// Entity handlers registered into dxf-parser in place of its own for POLYLINE, LWPOLYLINE, CIRCLE
// and ELLIPSE: the stock POLYLINE handler loops forever when SEQEND is missing, the stock LWPOLYLINE
// handler throws on zero vertices, and the stock CIRCLE and ELLIPSE handlers drop the extrusion
// direction (a mirrored circle or ellipse has 210/220/230 = 0,0,-1). Group codes: DXF reference.

export interface Group { code: number; value: number | string | boolean }
export interface GroupScanner {
  next(): Group;
  isEOF(): boolean;
  lastReadGroup: Group;
}

export interface RawVertex { x: number; y: number; bulge: number; flags: number }

export interface RawPolyline {
  type: 'POLYLINE' | 'LWPOLYLINE';
  layer?: string;
  handle?: string | number;
  inPaperSpace?: boolean;
  flags: number;
  extrusionZ: number;
  vertices: RawVertex[];
  /** POLYLINE only: the SEQEND was missing (the next entity started right after the vertices). */
  seqendMissing?: boolean;
}

export interface RawCircle {
  type: 'CIRCLE';
  layer?: string;
  handle?: string | number;
  inPaperSpace?: boolean;
  center: { x: number; y: number };
  radius: number;
  extrusionZ: number;
}

type Common = { layer?: string; handle?: string | number; inPaperSpace?: boolean };

function common(e: Common, g: Group): void {
  if (g.code === 8) e.layer = String(g.value);
  else if (g.code === 5) e.handle = String(g.value);
  else if (g.code === 67) e.inPaperSpace = g.value !== 0;
}

const num = (v: Group['value']): number => (typeof v === 'number' ? v : Number(v));

export class PolylineHandler {
  public ForEntityName = 'POLYLINE' as const;
  public parseEntity(scanner: GroupScanner, start: Group): RawPolyline {
    const e: RawPolyline = { type: 'POLYLINE', flags: 0, extrusionZ: 1, vertices: [] };
    let g = scanner.next();
    while (g.code !== 0) {
      if (g.code === 70) e.flags = num(g.value) | 0;
      else if (g.code === 230) e.extrusionZ = num(g.value);
      else common(e, g);
      if (scanner.isEOF()) return e;
      g = scanner.next();
    }
    void start;
    while (g.code === 0 && g.value === 'VERTEX') {
      const v: RawVertex = { x: 0, y: 0, bulge: 0, flags: 0 };
      g = scanner.next();
      while (g.code !== 0) {
        if (g.code === 10) v.x = num(g.value);
        else if (g.code === 20) v.y = num(g.value);
        else if (g.code === 42) v.bulge = num(g.value);
        else if (g.code === 70) v.flags = num(g.value) | 0;
        g = scanner.next();
      }
      e.vertices.push(v);
    }
    if (g.code === 0 && g.value === 'SEQEND') {
      g = scanner.next();
      while (g.code !== 0) g = scanner.next();
    } else {
      e.seqendMissing = true;
    }
    return e;
  }
}

export class LwPolylineHandler {
  public ForEntityName = 'LWPOLYLINE' as const;
  public parseEntity(scanner: GroupScanner, _start: Group): RawPolyline {
    const e: RawPolyline = { type: 'LWPOLYLINE', flags: 0, extrusionZ: 1, vertices: [] };
    let v: RawVertex | null = null;
    let g = scanner.next();
    while (g.code !== 0) {
      switch (g.code) {
        case 10:
          v = { x: num(g.value), y: 0, bulge: 0, flags: 0 };
          e.vertices.push(v);
          break;
        case 20:
          if (v) v.y = num(g.value);
          break;
        case 42:
          if (v) v.bulge = num(g.value);
          break;
        case 70:
          e.flags = num(g.value) | 0;
          break;
        case 230:
          e.extrusionZ = num(g.value);
          break;
        default:
          common(e, g);
      }
      g = scanner.next();
    }
    return e;
  }
}

export class CircleHandler {
  public ForEntityName = 'CIRCLE' as const;
  public parseEntity(scanner: GroupScanner, _start: Group): RawCircle {
    const e: RawCircle = { type: 'CIRCLE', center: { x: 0, y: 0 }, radius: 0, extrusionZ: 1 };
    let g = scanner.next();
    while (g.code !== 0) {
      if (g.code === 10) e.center.x = num(g.value);
      else if (g.code === 20) e.center.y = num(g.value);
      else if (g.code === 40) e.radius = num(g.value);
      else if (g.code === 230) e.extrusionZ = num(g.value);
      else common(e, g);
      g = scanner.next();
    }
    return e;
  }
}

export interface RawEllipse {
  type: 'ELLIPSE';
  layer?: string;
  handle?: string | number;
  inPaperSpace?: boolean;
  center: { x: number; y: number };
  majorAxisEndPoint: { x: number; y: number };
  axisRatio: number;
  startAngle: number;
  endAngle: number;
  extrusionZ: number;
}

export class EllipseHandler {
  public ForEntityName = 'ELLIPSE' as const;
  public parseEntity(scanner: GroupScanner, _start: Group): RawEllipse {
    const e: RawEllipse = {
      type: 'ELLIPSE', center: { x: 0, y: 0 }, majorAxisEndPoint: { x: 1, y: 0 }, axisRatio: 1,
      startAngle: 0, endAngle: 2 * Math.PI, extrusionZ: 1,
    };
    let g = scanner.next();
    while (g.code !== 0) {
      switch (g.code) {
        case 10: e.center.x = num(g.value); break;
        case 20: e.center.y = num(g.value); break;
        case 11: e.majorAxisEndPoint.x = num(g.value); break;
        case 21: e.majorAxisEndPoint.y = num(g.value); break;
        case 40: e.axisRatio = num(g.value); break;
        case 41: e.startAngle = num(g.value); break;
        case 42: e.endAngle = num(g.value); break;
        case 230: e.extrusionZ = num(g.value); break;
        default: common(e, g);
      }
      g = scanner.next();
    }
    return e;
  }
}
________________________
- EXERCISE PROMPT -
From the listing above, return the lines starting at the one with "else if (g.code === 20) v.y" and ending at the one with "GroupScanner, _start: Group): RawPolyline", both kept, exactly as they appear and nothing more.

- RESULT -
        else if (g.code === 20) v.y = num(g.value);
        else if (g.code === 42) v.bulge = num(g.value);
        else if (g.code === 70) v.flags = num(g.value) | 0;
        g = scanner.next();
      }
      e.vertices.push(v);
    }
    if (g.code === 0 && g.value === 'SEQEND') {
      g = scanner.next();
      while (g.code !== 0) g = scanner.next();
    } else {
      e.seqendMissing = true;
    }
    return e;
  }
}

export class LwPolylineHandler {
  public ForEntityName = 'LWPOLYLINE' as const;
  public parseEntity(scanner: GroupScanner, _start: Group): RawPolyline {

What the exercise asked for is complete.